[Opening Supplied material section]
impl<'a> Ctx<'a> {
    pub(crate) fn new(file: &str, text: &'a str) -> Ctx<'a> {
        Ctx {
            file: file.to_string(),
            text,
            lines: LineIndex::new(text),
            errors: Vec::new(),
            warnings: Vec::new(),
        }
    }

    fn locate(&self, span: &Span) -> (Option<usize>, Option<usize>) {
        match span {
            Some(r) => {
                let (l, c) = self.lines.locate(self.text, r.start);
                (Some(l), Some(c))
            }
            None => (None, None),
        }
    }

    /// The 1-based line of a span.
    pub(crate) fn line(&self, span: &Span) -> Option<usize> {
        self.locate(span).0
    }

    pub(crate) fn error(
        &mut self,
        kind: ErrorKind,
        span: &Span,
        what: impl Into<String>,
    ) -> Reported {
        let (line, column) = self.locate(span);
        self.errors.push(ModelError {
            file: self.file.clone(),
            line,
            column,
            kind,
            what: what.into(),
        });
        Reported
    }

    pub(crate) fn warn(&mut self, span: &Span, what: impl Into<String>) {
        let (line, column) = self.locate(span);
        self.warnings.push(ModelWarning {
            file: self.file.clone(),
            line,
            column,
            what: what.into(),
        });
    }

    /// Report every key of `sec` not in `allowed`, suggesting the nearest
    /// allowed key, or the table a known key belongs in. Returns how many
    /// were reported.
    pub(crate) fn check_keys(&mut self, sec: &Section<'_>, allowed: &[&str]) -> usize {
        let mut unknown = 0;
        for (key, item) in sec.table.iter() {
            if allowed.contains(&key) {
                continue;
            }
            let span = key_span(sec, key).or_else(|| item.span());
            let mut hint = suggest::did_you_mean(key, allowed.iter().copied());
            if hint.is_empty() {
                if let Some(home) = home_of_key(key) {
                    hint = format!("; `{key}` belongs in {home}");
                } else {
                    hint = format!("; valid keys here: {}", allowed.join(", "));
                }
            }
            self.error(
                ErrorKind::UnknownKey,
                &span,
                format!("unknown key `{key}` in {}{hint}", sec.label),
            );
            unknown += 1;
        }
        unknown
    }

    /// A sub-table (header table or inline table) under `key`.
    pub(crate) fn section<'t>(
        &mut self,
        sec: &Section<'t>,
        key: &str,
        label: String,
    ) -> Field<Section<'t>> {
        let Some(item) = sec.table.get(key) else {
            return Ok(None);
        };
        match item.as_table_like() {
            Some(table) => Ok(Some(Section {
                table,
                span: item.span().or_else(|| key_span(sec, key)),
                label,
            })),
            None => Err(self.wrong_type(sec, key, item, "a table")),
        }
    }

    /// An array of tables under `key`, as `[[key]]` headers or as an array of
    /// inline tables.
    pub(crate) fn sections<'t>(
        &mut self,
        sec: &Section<'t>,
        key: &str,
    ) -> Vec<Option<Section<'t>>> {
        let Some(item) = sec.table.get(key) else {
            return Vec::new();
        };
        match item {
            Item::ArrayOfTables(array) => array
                .iter()
                .enumerate()
                .map(|(i, t)| {
                    Some(Section {
                        table: t as &dyn TableLike,
                        span: t.span(),
                        label: format!("[[{key}]] #{}", i + 1),
                    })
                })
                .collect(),
            Item::Value(Value::Array(array)) => array
                .iter()
                .enumerate()
                .map(|(i, v)| match v.as_inline_table() {
                    Some(t) => Some(Section {
                        table: t as &dyn TableLike,
                        span: t.span(),
                        label: format!("[[{key}]] #{}", i + 1),
                    }),
                    None => {
                        self.error(
                            ErrorKind::WrongType,
                            &v.span(),
                            format!(
                                "`{key}` #{} must be a table, found {}",
                                i + 1,
                                v.type_name()
                            ),
                        );
                        None
                    }
                })
                .collect(),
            other => {
                self.wrong_type(
                    sec,
                    key,
                    other,
                    &format!("an array of tables (write `[[{key}]]` headers)"),
                );
                Vec::new()
            }
        }
    }

    pub(crate) fn wrong_type(
        &mut self,
        sec: &Section<'_>,
        key: &str,
        item: &Item,
        expected: &str,
    ) -> Reported {
        let span = item.span().or_else(|| key_span(sec, key));
        self.error(
            ErrorKind::WrongType,
            &span,
            format!(
                "`{key}` in {} must be {expected}, found {}",
                sec.label,
                item.type_name()
            ),
        )
    }

    fn value<'t>(&mut self, sec: &Section<'t>, key: &str, expected: &str) -> Field<&'t Value> {
        match sec.table.get(key) {
            None => Ok(None),
            Some(Item::Value(v)) => Ok(Some(v)),
            Some(other) => Err(self.wrong_type(sec, key, other, expected)),
        }
    }

    /// Report a missing required key.
    pub(crate) fn missing(&mut self, sec: &Section<'_>, key: &str, advice: &str) -> Reported {
        self.error(
            ErrorKind::MissingKey,
            &sec.span,
            format!("{} needs `{key}`{advice}", sec.label),
        )
    }

    /// A finite number (integer or float).
    pub(crate) fn number(&mut self, sec: &Section<'_>, key: &str) -> Field<f64> {
        let Some(v) = self.value(sec, key, "a number")? else {
            return Ok(None);
        };
        let x = match v {
            Value::Integer(i) => *i.value() as f64,
            Value::Float(f) => *f.value(),
            _ => return Err(self.wrong_value_type(sec, key, v, "a number")),
        };
        if !x.is_finite() {
            return Err(self.error(
                ErrorKind::OutOfRange,
                &v.span(),
                format!(
                    "`{key}` in {} must be a finite number, found {x}",
                    sec.label
                ),
            ));
        }
        Ok(Some(x))
    }

    /// A finite number that satisfies `ok`, else an out-of-range error that
    /// says `rule` (e.g. "must be > 0").
    pub(crate) fn number_where(
        &mut self,
        sec: &Section<'_>,
        key: &str,
        ok: impl Fn(f64) -> bool,
        rule: &str,
    ) -> Field<f64> {
        let Some(x) = self.number(sec, key)? else {
            return Ok(None);
        };
        if ok(x) {
            Ok(Some(x))
        } else {
            let span = self.span_of(sec, key);
            Err(self.error(
                ErrorKind::OutOfRange,
                &span,
                format!("`{key}` in {} {rule}, found {x}", sec.label),
            ))
        }
    }

    /// A whole number in `lo..=hi` (an integral float such as `10.0` is
    /// accepted).
    pub(crate) fn integer(&mut self, sec: &Section<'_>, key: &str, lo: i64, hi: i64) -> Field<i64> {
        let Some(v) = self.value(sec, key, "a whole number")? else {
            return Ok(None);
        };
        let n = match v {
            Value::Integer(i) => *i.value(),
            Value::Float(f) if f.value().fract() == 0.0 && f.value().abs() < 9e15 => {
                *f.value() as i64
            }
            _ => return Err(self.wrong_value_type(sec, key, v, "a whole number")),
        };
        if n < lo || n > hi {
            let range = if hi == i64::MAX {
                format!("at least {lo}")
            } else {
                format!("from {lo} to {hi}")
            };
            return Err(self.error(
                ErrorKind::OutOfRange,
                &v.span(),
                format!("`{key}` in {} must be {range}, found {n}", sec.label),
            ));
        }
        Ok(Some(n))
    }

    pub(crate) fn boolean(&mut self, sec: &Section<'_>, key: &str) -> Field<bool> {
        let Some(v) = self.value(sec, key, "true or false")? else {
            return Ok(None);
        };
        match v.as_bool() {
            Some(b) => Ok(Some(b)),
            None => Err(self.wrong_value_type(sec, key, v, "true or false")),
        }
    }

    pub(crate) fn string<'t>(&mut self, sec: &Section<'t>, key: &str) -> Field<&'t str> {
        let Some(v) = self.value(sec, key, "a string")? else {
            return Ok(None);
        };
        match v.as_str() {
            Some(s) => Ok(Some(s)),
            None => Err(self.wrong_value_type(sec, key, v, "a string")),
        }
    }

    /// One of the `choices`, suggesting the nearest on a typo.
    pub(crate) fn choice<'c>(
        &mut self,
        sec: &Section<'_>,
        key: &str,
        choices: &[&'c str],
    ) -> Field<&'c str> {
        let Some(s) = self.string(sec, key)? else {
            return Ok(None);
        };
        if let Some(c) = choices.iter().find(|c| **c == s) {
            return Ok(Some(c));
        }
        let span = self.span_of(sec, key);
        let hint = suggest::did_you_mean(s, choices.iter().copied());
        let list = choices
            .iter()
            .map(|c| format!("\"{c}\""))
            .collect::<Vec<_>>()
            .join(", ");
        Err(self.error(
            ErrorKind::OutOfRange,
            &span,
            format!(
                "`{key}` in {} is \"{s}\", which is not one of {list}{hint}",
                sec.label
            ),
        ))
    }

    /// A point `[x, y]` of finite numbers.
    pub(crate) fn point(&mut self, sec: &Section<'_>, key: &str) -> Field<Point> {
        let Some(v) = self.value(sec, key, "a point [x, y]")? else {
            return Ok(None);
        };
        let label = format!("`{key}` in {}", sec.label);
        self.point_value(v, &label).map(Some)
    }

    pub(crate) fn point_value(&mut self, v: &Value, label: &str) -> Result<Point, Reported> {
        let Some(array) = v.as_array() else {
            return Err(self.error(
                ErrorKind::WrongType,
                &v.span(),
                format!("{label} must be a point [x, y], found {}", v.type_name()),
            ));
        };
        if array.len() != 2 {
            return Err(self.error(
                ErrorKind::WrongType,
                &v.span(),
                format!(
                    "{label} must be a point [x, y] with 2 numbers, found {} values",
                    array.len()
                ),
            ));
        }
        let mut p = [0.0; 2];
        for (k, e) in array.iter().enumerate() {
            p[k] = self.number_value(e, label)?;
        }
        Ok(p)
    }

    fn number_value(&mut self, e: &Value, label: &str) -> Result<f64, Reported> {
        let x = match e {
            Value::Integer(i) => *i.value() as f64,
            Value::Float(f) => *f.value(),
            other => {
                return Err(self.error(
                    ErrorKind::WrongType,
                    &other.span(),
                    format!("{label} must hold numbers, found {}", other.type_name()),
                ))
            }
        };
        if !x.is_finite() {
            return Err(self.error(
                ErrorKind::OutOfRange,
                &e.span(),
                format!("{label} must hold finite numbers, found {x}"),
            ));
        }
        Ok(x)
    }

    /// An array of finite numbers.
    pub(crate) fn numbers(&mut self, sec: &Section<'_>, key: &str) -> Field<Vec<f64>> {
        let Some(v) = self.value(sec, key, "an array of numbers")? else {
            return Ok(None);
        };
        let label = format!("`{key}` in {}", sec.label);
        let Some(array) = v.as_array() else {
            return Err(self.wrong_value_type(sec, key, v, "an array of numbers"));
        };
        let mut out = Vec::with_capacity(array.len());
        let mut bad = false;
        for e in array.iter() {
            match self.number_value(e, &label) {
                Ok(x) => out.push(x),
                Err(_) => bad = true,
            }
        }
        if bad {
            Err(Reported)
        } else {
            Ok(Some(out))
        }
    }

    /// An array of points `[[x, y], ...]`.
    pub(crate) fn points(&mut self, sec: &Section<'_>, key: &str) -> Field<Vec<Point>> {
        let Some(v) = self.value(sec, key, "an array of points [[x, y], ...]")? else {
            return Ok(None);
        };
        let label = format!("`{key}` in {}", sec.label);
        let Some(array) = v.as_array() else {
            return Err(self.wrong_value_type(sec, key, v, "an array of points [[x, y], ...]"));
        };
        let mut out = Vec::with_capacity(array.len());
        let mut bad = false;
        for e in array.iter() {
            match self.point_value(e, &label) {
                Ok(p) => out.push(p),
                Err(_) => bad = true,
            }
        }
        if bad {
            Err(Reported)
        } else {
            Ok(Some(out))
        }
    }

    /// An array of strings.
    pub(crate) fn strings<'t>(
        &mut self,
        sec: &Section<'t>,
        key: &str,
    ) -> Field<Vec<(&'t str, Span)>> {
        let Some(v) = self.value(sec, key, "an array of names")? else {
            return Ok(None);
        };
        let Some(array) = v.as_array() else {
            // A single name is accepted as a one-name list.
            if let Some(s) = v.as_str() {
                return Ok(Some(vec![(s, v.span())]));
            }
            return Err(self.wrong_value_type(sec, key, v, "an array of names"));
        };
        let mut out = Vec::new();
        let mut bad = false;
        for e in array.iter() {
            match e.as_str() {
                Some(s) => out.push((s, e.span())),
                None => {
                    self.error(
                        ErrorKind::WrongType,
                        &e.span(),
                        format!(
                            "`{key}` in {} must hold names (strings), found {}",
                            sec.label,
                            e.type_name()
                        ),
                    );
                    bad = true;
                }
            }
        }
        if bad {
            Err(Reported)
        } else {
            Ok(Some(out))
        }
    }

    fn wrong_value_type(
        &mut self,
        sec: &Section<'_>,
        key: &str,
        v: &Value,
        expected: &str,
    ) -> Reported {
        self.error(
            ErrorKind::WrongType,
            &v.span(),
            format!(
                "`{key}` in {} must be {expected}, found {}",
                sec.label,
                v.type_name()
            ),
        )
    }

    /// The span of a key's value (or of the key).
    pub(crate) fn span_of(&self, sec: &Section<'_>, key: &str) -> Span {
        sec.table
            .get(key)
            .and_then(Item::span)
            .or_else(|| key_span(sec, key))
            .or_else(|| sec.span.clone())
    }
}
[Closing Supplied material section]
_What is needed:_
Reproduce every line above that contains the string "numbers".

_The answer:_
    /// A point `[x, y]` of finite numbers.
                    "{label} must be a point [x, y] with 2 numbers, found {} values",
                    format!("{label} must hold numbers, found {}", other.type_name()),
                format!("{label} must hold finite numbers, found {x}"),
    /// An array of finite numbers.
    pub(crate) fn numbers(&mut self, sec: &Section<'_>, key: &str) -> Field<Vec<f64>> {
        let Some(v) = self.value(sec, key, "an array of numbers")? else {
            return Err(self.wrong_value_type(sec, key, v, "an array of numbers"));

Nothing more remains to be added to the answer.